"Example - Classify Text Language"

Question

This process will assign a language for documents and RSS feeds. After tokenizing the text it creates trigrams which are matched against the training labels. The model then scores new text and assigns a language label. Text that has a mixture of languages (i.e., Spanish and English) can end up marked as either language based on how many training examples you use. You may need to have a large number of examples for your preferred language. To mark text categories or sentiment remove the ngram operator and use topics instead (Finance, Sports, Entertainment).
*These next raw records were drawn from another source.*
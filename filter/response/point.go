package response

import "math"

// A point is a place on the upper unit circle, held in a form that survives
// next to z = 1 and next to z = -1, where 1 - cos(omega) loses every digit.
// Points of the left half are mirrored to the right one: omega becomes
// pi - omega, and a polynomial's odd coefficient changes sign.
type point struct {
	versine float64 // 1 - cos of the mirrored angle, as 2 sin^2(omega/2)
	sine    float64
	left    bool
}

// pointAt places omega (0..pi). math.Pi itself stands for z = -1 exactly.
func pointAt(omega float64) point {
	if omega == math.Pi {
		return point{left: true}
	}
	if omega > math.Pi/2 {
		half := math.Cos(omega / 2)
		return point{versine: 2 * half * half, sine: math.Sin(omega), left: true}
	}
	half := math.Sin(omega / 2)
	return point{versine: 2 * half * half, sine: math.Sin(omega)}
}

// quadratic is c0 + c1 z^-1 + c2 z^-2.
type quadratic struct{ c0, c1, c2 float64 }

func (s Section) numerator() quadratic   { return quadratic{s.B0, s.B1, s.B2} }
func (s Section) denominator() quadratic { return quadratic{1, s.A1, s.A2} }

// mirrored returns the polynomial to be read at the mirrored angle.
func (q quadratic) mirrored(p point) quadratic {
	if p.left {
		q.c1 = -q.c1
	}
	return q
}

// sum returns c0 + c1 + c2 rounded once: the value at z = 1.
func (q quadratic) sum() float64 {
	a, aErr := twoSum(q.c0, q.c2)
	b, bErr := twoSum(a, q.c1)
	return b + (aErr + bErr)
}

// twoSum returns the rounded sum and its exact rounding error (Knuth, The Art
// of Computer Programming vol. 2, section 4.2.2, theorem B).
func twoSum(a, b float64) (sum, err float64) {
	sum = a + b
	t := sum - a
	return sum, (a - (sum - t)) + (b - t)
}

// centred returns e^(j omega) times the polynomial at the point: real part
// c1 + (c0+c2) cos(omega), imaginary part (c0-c2) sin(omega). The common
// factor cancels between numerator and denominator.
func (q quadratic) centred(p point) complex128 {
	m := q.mirrored(p)
	re := m.sum() - (m.c0+m.c2)*p.versine
	if p.left {
		re = -re
	}
	return complex(re, (q.c0-q.c2)*p.sine)
}

// squareAndDelay returns the polynomial's squared modulus and its group delay in
// samples at the point. With X + jY the centred value, the delay is
// 1 - (X Y' - Y X')/(X^2 + Y^2), and X Y' - Y X' reduces to
// (c0-c2)(c0 + c2 + c1 cos(omega)).
//
// A zero on the unit circle away from z = 1 and z = -1 means c0 = c2: a
// constant delay of one sample. A zero at z = 1 or z = -1 exactly at the point
// is taken by its limit.
func (q quadratic) squareAndDelay(p point) (square, samples float64) {
	m := q.mirrored(p)
	difference, sum := m.c0-m.c2, m.sum()
	x := sum - (m.c0+m.c2)*p.versine
	y := difference * p.sine
	square = x*x + y*y
	switch {
	case m == (quadratic{}):
		return square, math.NaN()
	case difference == 0:
		return square, 1
	case sum == 0 && p.sine == 0:
		return square, 1 + m.c1/(2*difference)
	}
	return square, 1 - difference*(sum-m.c1*p.versine)/square
}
Using a simple Naive Bayes classifier.

B_ · Answer

Haven't done a formal comparison.  It works well enough for my tasks.

rakirk · Answer

I guess I was wondering more about comparative accuracy, primarily, how would the NBN compare to an SVM. The SVM may help account for smaller text files, but could also lead to overfitting.

B_ · Answer

Sebastian,

I just wanted to post a simple example to help people get started.

Rakirk,

Accuracy depends on how many training examples you use and how many categories to classify.  I use it to classify text between English and NotEnglish.  I have about 1000 entries marked between the two categories - some pure English, some another languge and some mixed English/other language.  Some very short text records are misclassified because of English abbreviations or mixed languages, but  it works well enough for my application.

If you import text from the web, you may have problems with coding, such as to/from UTF, etc.  You will need to preprocess the text to improve results.